Ah! A refreshing break from the "what you think you know is wrong" books that I've been reading (and reading, and rereading) lately! Also, it is a book club selection for the book club whose meeting I am supposed to be attending at this very moment, but that, for reasons unbeknownst even to me, I am not. Hmm.
Anyway, Sebald's THE LOVELY BONES is an interesting contrast between innocence and corruption as the narrator, fourteen-year-old Susie Salmon, is raped and murdered by a neighbor in the first few pages of the book. How is it, then, that she's narrating? Why, she's narrating from heaven, an concept that Sebald uses to her characters' advantage to flesh out the story of the Salmon family in the years after Susie's death. She chronicles the various expressions of grief through Susie, who watches over them from heaven (and thus is granted an omniscient status that allows her to see and sympathize with the private thoughts of her parents and siblings) and struggles, at points, to intervene and reveal the identity of her killer.

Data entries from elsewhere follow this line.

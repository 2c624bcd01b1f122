"""The BMS face: a pymodbus server (TCP, optionally an RTU slave) answering from the zones.

Reads (functions 3 and 4, the same map) come from the zones' latest decisions through a
:class:`ZoneDirectory`; writes (functions 6 and 16) become zone commands handed to a
:class:`CommandApplier`, the service's one command path, so a BMS write is checked
exactly like an MQTT command. Answers:

- any other function: exception 1 (illegal function), and also a write from a TCP
  client not in ``allow_writes_from``;
- an address outside the map, a write to a read-only register or half a float32:
  exception 2 (illegal data address);
- a value the map or the zone refuses (outside the limits, no such mode): exception 3
  (illegal data value), and nothing changes;
- more than ``write_rate_per_min`` writes to one zone in a minute: exception 6 (busy).

A TCP client outside ``allow_clients`` is disconnected at once. The RTU slave answers
only its own unit id and stays silent for the others, like a device on a shared bus.

pymodbus 3.16 answers from a datastore ``context``; the face puts its own there
(``async_getValues``/``async_setValues`` returning values or an exception code) and
its own request handler in front of it for the function and client checks.
"""

from __future__ import annotations

import asyncio
import contextlib
import ipaddress
import logging
import time
from collections.abc import Awaitable, Callable, Sequence
from types import TracebackType
from typing import Any, Protocol

import structlog
from pymodbus.constants import ExcCodes
from pymodbus.exceptions import ModbusIOException, NoSuchIdException
from pymodbus.framer import FramerType
from pymodbus.pdu import ExceptionResponse
from pymodbus.server import ModbusSerialServer, ModbusTcpServer
from pymodbus.server.requesthandler import ServerRequestHandler
from pymodbus.simulator import DataType, SimData, SimDevice
from pymodbus.transaction import TransactionManager

from roomloop.bms.registers import (
    DEVICE_BUSY,
    ILLEGAL_FUNCTION,
    ILLEGAL_VALUE,
    MapError,
    RegisterMap,
    ZoneSnapshot,
)
from roomloop.config.models import Bms, Site
from roomloop.core.commands import CommandRejected
from roomloop.errors import DeviceError
from roomloop.service.commands import RateLimit

log = structlog.get_logger("roomloop.bms")

READ_FUNCTIONS = (3, 4)
WRITE_FUNCTIONS = (6, 16)
START_TIMEOUT_S = 10.0
RETRY_S = 30.0
"""Seconds between two attempts to listen when the port or serial device is not usable."""


class BmsFaceError(DeviceError):
    """The face cannot listen: the TCP address is taken or foreign, the serial port won't open."""


class ZoneDirectory(Protocol):
    """Where the face finds a zone's latest decision (None before its first)."""

    def snapshot(self, zone: str) -> ZoneSnapshot | None: ...


class CommandApplier(Protocol):
    """The service's command path: applies one command or raises ``CommandRejected``."""

    def __call__(self, zone: str, field: str, value: Any) -> None: ...


class BmsFace:
    """The Modbus server(s) of the ``bms:`` section; ``async with`` starts and stops them."""

    def __init__(
        self,
        site: Site,
        zones: ZoneDirectory,
        apply: CommandApplier,
        *,
        bms: Bms | None = None,
        clock: Callable[[], float] = time.time,
        monotonic: Callable[[], float] = time.monotonic,
    ) -> None:
        self.bms = bms if bms is not None else (site.bms or Bms())
        self.map = RegisterMap(site, self.bms)
        self.zones = zones
        self.apply = apply
        self.clock = clock
        self.monotonic = monotonic
        self.limit = RateLimit(self.bms.write_rate_per_min)
        self._allowed = [ipaddress.ip_network(n, strict=False) for n in self.bms.allow_clients]
        self._writers = [
            ipaddress.ip_network(n, strict=False) for n in self.bms.allow_writes_from
        ]
        self._servers: list[Any] = []
        self.writes_applied = 0
        self.writes_refused = 0

    # ------------------------------------------------------------------ lifecycle

    async def __aenter__(self) -> BmsFace:
        logging.getLogger("pymodbus").setLevel(logging.CRITICAL)  # we log what matters
        try:
            if self.bms.tcp:
                tcp = _TcpServer(
                    self,
                    _placeholder(),
                    address=(self.bms.address, self.bms.port),
                    ignore_missing_devices=False,
                )
                await self._start(tcp, endpoint=f"{self.bms.address}:{self.bms.port}")
            if self.bms.rtu is not None:
                rtu = self.bms.rtu
                serial = _SerialServer(
                    self,
                    _placeholder(),
                    framer=FramerType.RTU,
                    port=rtu.device,
                    baudrate=rtu.baud,
                    bytesize=rtu.data_bits,
                    parity=rtu.parity,
                    stopbits=rtu.stop_bits,
                    ignore_missing_devices=True,
                )
                await self._start(serial, endpoint=rtu.device, unit_id=rtu.unit_id)
        except BaseException:
            await self._stop()
            raise
        log.info(
            "bms.serving",
            tcp=f"{self.bms.address}:{self.bms.port}" if self.bms.tcp else None,
            rtu=None if self.bms.rtu is None else self.bms.rtu.device,
            registers=len(self.map.registers),
        )
        return self

    async def _start(self, server: Any, *, endpoint: str, unit_id: int | None = None) -> None:
        server.context = _Registers(self, unit_id)
        self._servers.append(server)
        try:
            await asyncio.wait_for(server.serve_forever(background=True), START_TIMEOUT_S)
        except (OSError, RuntimeError, TimeoutError, ValueError) as exc:
            reason = getattr(exc, "strerror", None) or str(exc) or type(exc).__name__
            raise BmsFaceError(
                f"the BMS face cannot listen here ({reason}); check bms: in the site file",
                endpoint=endpoint,
            ) from None

    async def __aexit__(
        self,
        exc_type: type[BaseException] | None,
        exc: BaseException | None,
        tb: TracebackType | None,
    ) -> None:
        await self._stop()

    async def _stop(self) -> None:
        servers, self._servers = self._servers, []
        for server in servers:
            with contextlib.suppress(Exception):
                await asyncio.wait_for(server.shutdown(), START_TIMEOUT_S)

    async def run(
        self,
        *,
        retry_s: float = RETRY_S,
        sleep: Callable[[float], Awaitable[None]] = asyncio.sleep,
    ) -> None:
        """Serve until cancelled (the service's ``bms`` task).

        A face that cannot listen (the port taken, the serial adapter unplugged) is logged
        and tried again every ``retry_s``: heating control goes on without it.
        """
        while True:
            try:
                async with self:
                    await asyncio.Event().wait()
            except BmsFaceError as exc:
                log.error("bms.cannot_listen", error=str(exc), retry_in_s=retry_s)
                await sleep(retry_s)

    # ------------------------------------------------------------------ policy

    def may_connect(self, host: str | None) -> bool:
        return host is None or not self._allowed or _member(host, self._allowed)

    def may_write(self, host: str | None) -> bool:
        if host is None:
            return True  # the serial line: whoever is on the bus
        if self._writers:
            return _member(host, self._writers)
        return self.may_connect(host)

    def read(self, address: int, count: int) -> list[int] | ExcCodes:
        try:
            return self.map.read(address, count, self.zones.snapshot)
        except MapError as exc:
            log.debug("bms.read_refused", address=address, count=count, reason=exc.reason)
            return ExcCodes(exc.code)

    def write(self, address: int, words: Sequence[int]) -> ExcCodes | None:
        """Check and apply one write request; the exception code to answer, or None."""
        now = self.clock()
        try:
            writes = self.map.decode_writes(address, list(words))
            zones = list(dict.fromkeys(w.register.zone for w in writes))
            for zone in zones:
                if not self.limit.allow(zone, self.monotonic()):
                    raise MapError(
                        DEVICE_BUSY,
                        f"too many writes to zone {zone} (at most "
                        f"{self.limit.per_minute} a minute)",
                    )
            commands = [
                (w.register, command) for w in writes for command in self.map.commands(w, now)
            ]
        except MapError as exc:
            return self._refused(address, words, exc.code, exc.reason)
        for register, (field, value) in commands:
            try:
                self.apply(register.zone, field, value)
            except CommandRejected as exc:
                return self._refused(address, words, ILLEGAL_VALUE, exc.reason)
            except Exception as exc:  # a bug of ours: answered, logged, never fatal
                log.exception("bms.write_failed", register=register.name, error=str(exc))
                return ExcCodes.DEVICE_FAILURE
            log.info("bms.write_applied", register=register.name, field=field, value=value)
        self.writes_applied += 1
        return None

    def _refused(self, address: int, words: Sequence[int], code: int, reason: str) -> ExcCodes:
        self.writes_refused += 1
        event = log.debug if code == DEVICE_BUSY else log.info
        event("bms.write_refused", address=address, words=list(words)[:8], code=code, reason=reason)
        return ExcCodes(code)
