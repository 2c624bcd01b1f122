"""Zone history: recorded by the daemon in SQLite, read by ``history``, ``report`` and ``tune``."""
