def tick_from(
    zone_at: float,
    outputs: ZoneOutputs,
    state: ZoneState,
    outdoor: tuple[str, float | None] | None = None,
) -> Tick:
    """The tick to record from one zone step's outputs and new state; ``outdoor``: the site's
    outdoor point (name, value if it reads good and fresh), recorded as one more point."""
    points: tuple[tuple[str, float | None, str], ...] = tuple(
        (p.name, p.value, outputs.reliability.get(p.name, p.reliability)) for p in state.points
    )
    if outdoor is not None and all(p[0] != outdoor[0] for p in points):
        name, value = outdoor
        points += ((name, value, "ok" if value is not None else "unreliable-other"),)
    return Tick(
        at=zone_at,
        temperature=outputs.temperature,
        setpoint=outputs.setpoint,
        level=outputs.level,
        mode=outputs.mode,
        relay=outputs.demand,
        anticipator_k=outputs.anticipator_k,
        droop_k=outputs.droop_k,
        fail_safe=outputs.fail_safe,
        reason=outputs.reason,
        points=points,
    )


class HistoryRecorder:
    """Records every zone's ticks into the site's history file, off the event loop."""

    def __init__(
        self,
        path: str | Path,
        *,
        commit_s: float = 60.0,
        keep_days: float = 60.0,
        queue_ticks: int = QUEUE_TICKS,
        max_pages: int | None = None,
        stall_s: float | None = None,
    ) -> None:
        self.path = Path(path)
        self._stall_s = stall_s
        self.commit_s = commit_s
        self.keep_days = keep_days
        self.max_pages = max_pages
        """Tests only: SQLite's page limit, a small disk that really fills up."""
        self._queue: queue.Queue[Any] = queue.Queue(maxsize=queue_ticks)
        self._bound = queue_ticks
        self._thread: threading.Thread | None = None
        self.dropped = 0
        """Ticks lost: queue full, or beyond the bound while the disk refused them."""
        self.written = 0
        self.commits = 0
        self.failures = 0
        self.moved_aside: list[Path] = []
        self._failing = 0
        self._events = RateLimitedLog(log)
        """Folds the repeats of ``history.unavailable`` (a try every RETRY_OPEN_S)."""
        self._progress = threading.Condition()
        """Notified when the writer has taken the queue and after each try to write a batch."""

    @classmethod
    def for_site(cls, site: Any, state_dir: str | Path) -> HistoryRecorder | None:
        """The recorder a site's ``history:`` section asks for (None when disabled)."""
        settings = site.history
        if not settings.enabled:
            return None
        return cls(
            history_path(state_dir, site.name),
            commit_s=settings.commit_s,
            keep_days=settings.keep_days,
        )

    # ------------------------------------------------------------------ event loop side

    def record(
        self,
        zone: str,
        at: float,
        outputs: ZoneOutputs,
        state: ZoneState,
        outdoor: tuple[str, float | None] | None = None,
    ) -> None:
        """Queue one zone tick; never blocks (a full queue drops it, counted and logged)."""
        try:
            self._queue.put_nowait((zone, tick_from(at, outputs, state, outdoor)))
        except queue.Full:
            self.dropped += 1
            if self.dropped == 1 or self.dropped % DROP_LOG_EVERY == 0:
                log.warning("history.dropped", dropped=self.dropped, reason="queue full")

    @property
    def queued(self) -> int:
        """Ticks waiting for the writer."""
        return self._queue.qsize()

    def start(self) -> None:
        self._thread = threading.Thread(target=self._run, name="history-writer", daemon=True)
        self._thread.start()

    def stop(self, timeout_s: float = STOP_WAIT_S) -> None:
        """Flush what is queued and end the writer (bounded); blocking: call from a thread."""
        if self._thread is None:
            return
        deadline = time.monotonic() + timeout_s
        while True:
            try:
                self._queue.put(_STOP, timeout=0.1)
                break
            except queue.Full:
                if time.monotonic() > deadline:
                    break
        self._thread.join(max(0.0, deadline - time.monotonic()))
        if self._thread.is_alive():
            log.warning("history.stop_timed_out", within_s=timeout_s)
        self._thread = None

    async def __aenter__(self) -> HistoryRecorder:
        self.start()
        return self

    async def __aexit__(self, *exc: object) -> None:
        await asyncio.to_thread(self.stop)

    # ------------------------------------------------------------------ writer thread

    def _run(self) -> None:
        """Commit, open and prune on the recorded times (the service's clock), so a virtual
        clock paces the writer too; a batch is also written when the clock steps back by
        more than ``commit_s`` (it starts over from there) and when no tick came for
        :attr:`stall_s` real seconds (the zones stalled: what they recorded is kept)."""
        db: HistoryFile | None = None
        pending: list[tuple[str, Tick]] = []
        seen = -math.inf  # the recorded time of the latest tick taken: the service's now
        batch_from: float | None = None  # the recorded time the pending batch began
        next_open = next_prune = -math.inf
        stopping = False
        try:
            while not stopping:
                stopping, taken = self._collect(pending, self.stall_s)
                self._progressed()
                if not pending:
                    continue
                stepped_back = taken is not None and taken < seen - self.commit_s
                if taken is not None:
                    seen = taken
                if stepped_back:
                    next_open, next_prune = min(next_open, seen), min(next_prune, seen)
                if batch_from is None:
                    batch_from = seen
                due = stopping or taken is None or stepped_back
                if not due and seen < batch_from + self.commit_s:
                    self._bound_pending(pending)
                    continue
                batch_from = seen
                db, next_open = self._write(db, pending, seen, next_open)
                if db is not None and not pending and seen >= next_prune:
                    next_prune = seen + PRUNE_EVERY_S
                    self._prune(db, last_at=self._last_at)
                self._progressed()
        finally:
            if db is not None:
                with contextlib.suppress(sqlite3.Error):
                    db.close()
            self._progressed()

    def _write(
        self, db: HistoryFile | None, pending: list[tuple[str, Tick]], seen: float,
        next_open: float,
    ) -> tuple[HistoryFile | None, float]:
        """Write the batch, opening the file first if it is not open (and an attempt is due
        at ``seen``); the file as it is after, and when to try opening it next."""
        if db is None and seen >= next_open:
            db = self._open(seen)
            if db is None:
                next_open = seen + RETRY_OPEN_S
        if db is None:
            self._bound_pending(pending)
            return None, next_open
        return self._commit(db, pending), next_open

    @property
    def stall_s(self) -> float:
        """Real seconds without a tick after which the pending batch is written anyway
        (ten commit intervals, at least a minute, unless given)."""
        return self._stall_s if self._stall_s is not None else max(10.0 * self.commit_s, 60.0)

    _last_at: float = 0.0

    def _progressed(self) -> None:
        """Wake :meth:`wait_until` callers: the queue was taken, or a batch was tried."""
        with self._progress:
            self._progress.notify_all()

    def wait_until(self, condition: Callable[[HistoryRecorder], bool], timeout_s: float) -> bool:
        """Block (in a thread, never on the event loop) until ``condition(self)`` holds when
        the writer has taken the queue or tried a batch, at most ``timeout_s`` real
        seconds; whether it holds. What a caller that must see the disk's state (the
        tests) waits on, rather than on the clock."""
        with self._progress:
            return self._progress.wait_for(lambda: condition(self), timeout_s)

    def _collect(
        self, pending: list[tuple[str, Tick]], timeout_s: float
    ) -> tuple[bool, float | None]:
        """Move what is queued into ``pending``, waiting up to ``timeout_s`` for the first
        item: whether the stop request came (what was queued before it is kept), and the
        recorded time of the last tick taken (None: none came in time)."""
        try:
            item = self._queue.get(timeout=timeout_s)
        except queue.Empty:
            return False, None
        taken: float | None = None
        while item is not _STOP:
            pending.append(item)
            taken = item[1].at
            try:
                item = self._queue.get_nowait()
            except queue.Empty:
                return False, taken
        return True, taken

    def _open(self, now: float) -> HistoryFile | None:
        """Open (or create) the file; a damaged one is moved aside and a new one started.
        ``now``: the recorded time of the try (what the repeats are folded on)."""
        for attempt in range(2):
            try:
                self.path.parent.mkdir(parents=True, exist_ok=True)
                db = HistoryFile(self.path, max_pages=self.max_pages)
                problem = db.check()
                if problem == "ok":
                    if attempt == 0:
                        log.info("history.opened", path=str(self.path))
                    self._events.recovered("open", "history.recovered", now, path=str(self.path))
                    return db
                db.close()
                raise HistoryDamaged(f"integrity check: {problem}")
            except sqlite3.DatabaseError as exc:
                # cannot open, disk full, locked: try again later; damaged: once moved aside
                if not is_damaged(exc) or attempt == 1 or not self._move_aside(str(exc)):
                    self._unavailable(now, exc)
                    return None
            except OSError as exc:
                self._unavailable(now, exc)
                return None
        return None

    def _unavailable(self, now: float, exc: Exception) -> None:
        self.failures += 1
        self._events.problem(
            "open", "history.unavailable", now, path=str(self.path), reason=str(exc),
            retry_s=RETRY_OPEN_S,
        )

    def _move_aside(self, reason: str) -> bool:
        stamp = time.strftime("%Y%m%dT%H%M%S", time.gmtime())
        target = self.path.with_name(f"{self.path.name}.damaged-{stamp}")
        try:
            os.replace(self.path, target)
            for suffix in ("-wal", "-shm"):
                side = Path(f"{self.path}{suffix}")
                if side.exists():
                    os.replace(side, Path(f"{target}{suffix}"))
        except OSError as exc:
            log.error("history.move_aside_failed", path=str(self.path), error=str(exc))
            return False
        self.moved_aside.append(target)
        log.error(
            "history.damaged_moved_aside", path=str(self.path), moved_to=str(target), reason=reason
        )
        return True

    def _commit(self, db: HistoryFile, pending: list[tuple[str, Tick]]) -> HistoryFile | None:
        batches: dict[str, list[Tick]] = {}
        for zone, tick in pending:
            batches.setdefault(zone, []).append(tick)
        try:
            self.written += db.write(batches)
        except sqlite3.DatabaseError as exc:
            if is_damaged(exc):  # the file went bad under us
                self.failures += 1
                with contextlib.suppress(sqlite3.Error):
                    db.close()
                self._move_aside(str(exc))
                self._bound_pending(pending)
                return None
            # disk full, I/O error, locked: try again at the next commit; logged when it
            # starts and then every LOG_FAILURES_EVERY tries, not at every commit
            self.failures += 1
            self._failing += 1
            if self._failing == 1 or self._failing % LOG_FAILURES_EVERY == 0:
                log.error(
                    "history.write_failed",
                    path=str(self.path),
                    error=str(exc),
                    ticks=len(pending),
                    tries=self._failing,
                )
            self._bound_pending(pending)
            return db
        self.commits += 1
        if self._failing:
            log.info("history.write_recovered", path=str(self.path), after_tries=self._failing)
            self._failing = 0
        self._last_at = max(self._last_at, *(t.at for _, t in pending))
        pending.clear()
        return db

    def _bound_pending(self, pending: list[tuple[str, Tick]]) -> None:
        excess = len(pending) - self._bound
        if excess > 0:
            del pending[:excess]
            self.dropped += excess
            log.warning("history.dropped", dropped=self.dropped, reason="not written in time")

    def _prune(self, db: HistoryFile, *, last_at: float) -> None:
        try:
            removed = db.prune(last_at - self.keep_days * 86400.0)
        except sqlite3.Error as exc:
            log.warning("history.prune_failed", error=str(exc))
            return
        if removed:
            log.info("history.pruned", chunks=removed, keep_days=self.keep_days)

This is a murder mystery working backwards, as we, the readers, know from the start every detail of the crime but can no more impress our knowledge onto the other characters than Susie can. The heavens revealed in Sebald's book are wonderful, and I was pleased that the story veered sharply away, at the last minute, from the predictable ending that I'd felt certain was coming. THE LOVELY BONES is a great book to throw in between Camus and Kafka because, though it does give you plenty to think about, it does not make your head ache from the strain of thinking.